Nothing but the exact lines from the one containing "new Float64Array([NaN])).maxViolation, Infinity);" through the last line of the records below belongs in your answer.
Top of THE RECORDS
// Hand-derived: x + 2y = 4, 1 ≤ x − y ≤ 2, x, y ≥ 0 ⇒ y ∈ [2/3, 1], x + y = 4 − y.
// max x + y: y = 2/3, x = 8/3 (upper side of the range active), value 10/3;
// min x + y: y = 1, x = 2 (lower side active), value 3.
Deno.test("two-sided and equality rows: both sides of a range (hand-derived)", async () => {
  const rows = [row("range", [1, -1], 1, 2), row("eq", [1, 2], 4, 4)];
  const vars = [v("x", 0, INF, 1), v("y", 0, INF, 1)];
  for (const solver of adapters) {
    const up = await solver.solve({ sense: "maximize", variables: vars, rows });
    expectOptimal(solver, up, { objective: 10 / 3, x: [8 / 3, 2 / 3] }, { abs: 1e-7 });
    const down = await solver.solve({ sense: "minimize", variables: vars, rows });
    expectOptimal(solver, down, { objective: 3, x: [2, 1] }, { abs: 1e-7 });
  }
});

// By inspection: x + y ≤ 1 and x + y ≥ 2 cannot both hold.
Deno.test("infeasible LPs: HiGHS says infeasible, javascript-lp-solver never optimal", async () => {
  const cases: LinearProgram[] = [
    {
      sense: "minimize",
      variables: [v("x", 0, INF, 1), v("y", 0, INF, 1)],
      rows: [row("a", [1, 1], -INF, 1), row("b", [1, 1], 2, INF)],
    },
    // Free variables, equality rows: x − y = 1 and y − x = 1 contradict.
    {
      sense: "maximize",
      variables: [v("x", -INF, INF, 1), v("y", -INF, INF, 0)],
      rows: [row("a", [1, -1], 1, 1), row("b", [-1, 1], 1, 1), row("c", [1, 0], -INF, 3)],
    },
    // Crossed bounds.
    { sense: "minimize", variables: [v("x", 2, 1, 1)], rows: [] },
  ];
  for (const lp of cases) {
    assert.deepEqual((await highs.solve(lp)).status, "infeasible");
    assert((await simplexJs.solve(lp)).status !== "optimal");
  }
});

// By inspection: along x = y → ∞ every row holds and x + y grows without bound.
Deno.test("unbounded LPs: HiGHS says unbounded, javascript-lp-solver never optimal", async () => {
  const cases: LinearProgram[] = [
    {
      sense: "maximize",
      variables: [v("x", 0, INF, 1), v("y", 0, INF, 1)],
      rows: [row("a", [1, -1], -INF, 1)],
    },
    {
      sense: "minimize",
      variables: [v("x", -INF, INF, 1), v("y", 0, 1, 0)],
      rows: [row("a", [1, 1], -INF, 3)],
    },
  ];
  for (const lp of cases) {
    assert.deepEqual((await highs.solve(lp)).status, "unbounded");
    assert((await simplexJs.solve(lp)).status !== "optimal");
  }
});

// Degenerate, SLP-near-convergence shape: min −w·δ s.t. δ_k − δ_{k+1} ≤ 0 (all active at δ = 0
// and at the optimum), −1 ≤ δ ≤ 1. Vertices of {δ1 ≤ … ≤ δn} ∩ [−1, 1]ⁿ are the step vectors
// (−1,…,−1, 1,…,1); for w = (3, −1, 2, −5, 1) the best step starts at k = 5: δ = (−1,−1,−1,−1, 1),
// w·δ = −3 + 1 − 2 + 5 + 1 = 2, so the optimum is −2, not 0 (hand-derived by enumerating the 6 steps).
Deno.test("degenerate chain LP: both adapters find −2", async () => {
  const w = [3, -1, 2, -5, 1];
  const lp: LinearProgram = {
    sense: "minimize",
    variables: w.map((wk, k) => v(`d${k}`, -1, 1, -wk)),
    rows: w.slice(1).map((_, k) => ({
      name: `chain${k}`,
      terms: [[k, 1], [k + 1, -1]],
      lower: -INF,
      upper: 0,
    })),
  };
  expectOptimal(highs, await highs.solve(lp), { objective: -2, x: [-1, -1, -1, -1, 1] }, {
    abs: 1e-9,
  });
  // Feasible by construction: δ = 0 meets every row.
  expectOptimalOnFeasible(simplexJs, await simplexJs.solve(lp), { objective: -2 }, { abs: 1e-6 });
});

/**
 * Independent KKT check of an optimal result carrying duals (weak duality,
 * Chvátal 1983 ch. 5): primal feasible, reduced costs of the right sign for the
 * active bound, and primal objective = dual objective. Returns the relative gap.
 */
function kktGap(lp: LinearProgram, r: Optimal): number {
  assert.ok(r.duals !== undefined, "needs an optimal result with duals");
  const sigma = lp.sense === "minimize" ? 1 : -1;
  const d = lp.variables.map((vj) => sigma * vj.cost);
  lp.rows.forEach((ri, i) => ri.terms.forEach(([j, a]) => (d[j] -= a * r.duals!.rows[i])));
  let dual = 0;
  let scale = 0;
  const side = (m: number, lower: number, upper: number) => {
    if (m === 0) return 0;
    const b = m > 0 ? lower : upper;
    assert(Number.isFinite(b) || Math.abs(m) < 1e-9, `multiplier ${m} on an infinite bound`);
    return Number.isFinite(b) ? m * b : 0;
  };
  lp.rows.forEach((ri, i) => (dual += side(r.duals!.rows[i], ri.lower, ri.upper)));
  lp.variables.forEach((vj, j) => {
    dual += side(d[j], vj.lower, vj.upper);
    scale += Math.abs(vj.cost) * Math.max(1, Math.abs(r.x[j]));
  });
  return Math.abs(sigma * r.objective - dual) / scale;
}

/**
 * SLP-shaped LP: nd design steps δ ∈ [−Δ, Δ] (trust region), one nonnegative slack per
 * linearised constraint g_i·δ − s_i ≤ h_i with penalty ρ, a two-sided balance row and an
 * equality row; `spread` multiplies rows by 10^±spread to mimic unscaled SI coefficients.
 */
function slpProgram(seed: number, nd: number, nc: number, spread = 0): LinearProgram {
  const rand = random(seed);
  const variables: LpVariable[] = [];
  for (let j = 0; j < nd; j++) {
    variables.push(v(`delta${j}`, -0.5 - rand(), 0.5 + rand(), rand() * 2 - 1));
  }
  for (let i = 0; i < nc; i++) variables.push(v(`slack${i}`, 0, INF, 10 + 10 * rand()));
  const rows: LpRow[] = [];
  for (let i = 0; i < nc; i++) {
    const scale = Math.pow(10, spread * (2 * rand() - 1));
    const terms: Array<readonly [number, number]> = [];
    for (let j = 0; j < nd; j++) if (rand() < 0.3) terms.push([j, scale * (rand() * 2 - 1)]);
    terms.push([nd + i, -scale]);
    rows.push({ name: `lin${i}`, terms, lower: -INF, upper: scale * (rand() - 0.6) });
  }
  rows.push({
    name: "balance",
    terms: variables.slice(0, nd).map((_, j) => [j, 1] as const),
    lower: -1,
    upper: 1,
  });
  rows.push({
    name: "tie",
    terms: [[0, 1], [1, -1], [2, 0.5]],
    lower: 0.1,
    upper: 0.1,
  });
  return { sense: "minimize", variables, rows };
}

Deno.test("SLP-shaped random family (seeded, 50 variables): HiGHS passes an independent KKT check", async () => {
  for (let seed = 1; seed <= 10; seed++) {
    for (const spread of [0, 6]) {
      const lp = slpProgram(seed, 30, 20, spread);
      const r = optimal(await highs.solve(lp), `seed ${seed} spread ${spread}`);
      assert(checkSolution(lp, r.x).maxViolation <= 1e-7);
      // Duality theorem (Chvátal 1983, ch. 5): zero gap certifies optimality.
      assertClose(kktGap(lp, r), 0, { abs: 1e-9, what: `KKT gap seed ${seed} spread ${spread}` });
    }
  }
});

Deno.test("SLP-shaped random family: javascript-lp-solver agrees with HiGHS", async () => {
  for (let seed = 1; seed <= 10; seed++) {
    const lp = slpProgram(seed, 30, 20);
    const reference = optimal(await highs.solve(lp), `seed ${seed}`);
    // Feasible by construction: δ = 0 with slacks s_i = max(0, −h_i) and the tie row met by δ_2.
    expectOptimalOnFeasible(
      simplexJs,
      await simplexJs.solve(lp),
      { objective: reference.objective },
      { rel: 1e-6, abs: 1e-6 },
    );
  }
});

// Degenerate random family: min c·δ, G·δ ≤ 0 (all active at 0),
// |δ| ≤ 1. The optimum is < 0 whenever some δ ≠ 0 in the cone has c·δ < 0; HiGHS must find a
// KKT-certified optimum (independent check); javascript-lp-solver must find the same optimum.
Deno.test("degenerate random family: HiGHS certified, javascript-lp-solver agrees", async () => {
  for (let seed = 100; seed < 110; seed++) {
    const rand = random(seed);
    const n = 12;
    const variables = Array.from({ length: n }, (_, j) => v(`d${j}`, -1, 1, rand() * 2 - 1));
    const rows: LpRow[] = Array.from({ length: 8 }, (_, i) => ({
      name: `g${i}`,
      terms: Array.from({ length: n }, (_, j) => [j, rand() * 2 - 1] as const),
      lower: -INF,
      upper: 0,
    }));
    const lp: LinearProgram = { sense: "minimize", variables, rows };
    const r = optimal(await highs.solve(lp), `seed ${seed}`);
    assertClose(kktGap(lp, r), 0, { abs: 1e-9, what: `KKT gap seed ${seed}` });
    assert(r.objective < -1e-3, `seed ${seed}: optimum ${r.objective} should be < 0`);
    // Feasible by construction: δ = 0 meets every row G·δ ≤ 0.
    expectOptimalOnFeasible(simplexJs, await simplexJs.solve(lp), r, { rel: 1e-6 });
  }
});

Deno.test("certifyOptimality rejects a feasible non-optimal point and certifies the optimum", () => {
  // Chvátal's example: x = 0 is feasible (objective 0 < 13), (2, 0, 1) is optimal.
  const zero = certifyOptimality(chvatal, new Float64Array([0, 0, 0]));
  assert(!zero.certified);
  const best = certifyOptimality(chvatal, new Float64Array([2, 0, 1]));
  assert(best.certified, JSON.stringify(best));
  // Estimated duals are Chvátal's y = (1, 0, 1), in min-form sign.
  [-1, 0, -1].forEach((pi, i) =>
    assertClose(best.duals.rows[i], pi, { abs: 1e-9, what: `π[${i}]` })
  );
});

Deno.test("checkSolution measures violations relative to the row's term scale", () => {
  // Row 2x ≤ 1 at x = 1: excess 1, term scale 2·max(1, 1) = 2 ⇒ 0.5 (definition in checkSolution).
  const lp: LinearProgram = {
    sense: "minimize",
    variables: [v("x", 0, 3, 1)],
    rows: [row("r", [2], -INF, 1)],
  };
  const c = checkSolution(lp, new Float64Array([1]));
  assertClose(c.maxViolation, 0.5, { rel: 1e-15 });
  assertClose(c.objective, 1, { rel: 1e-15 });
  // Bound 3 exceeded by 1 at x = 4: 1 / max(1, 3) = 1/3; the row (excess 7, scale 8) is worse.
  assertClose(checkSolution(lp, new Float64Array([4])).maxViolation, 7 / 8, { rel: 1e-15 });
  assert.deepEqual(checkSolution(lp, new Float64Array([NaN])).maxViolation, Infinity);
  assert.throws(() => checkSolution(lp, new Float64Array(2)), RangeError);
});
Bottom of THE RECORDS
SOLUTION TO THIS PROBLEM.
  assert.deepEqual(checkSolution(lp, new Float64Array([NaN])).maxViolation, Infinity);
  assert.throws(() => checkSolution(lp, new Float64Array(2)), RangeError);
});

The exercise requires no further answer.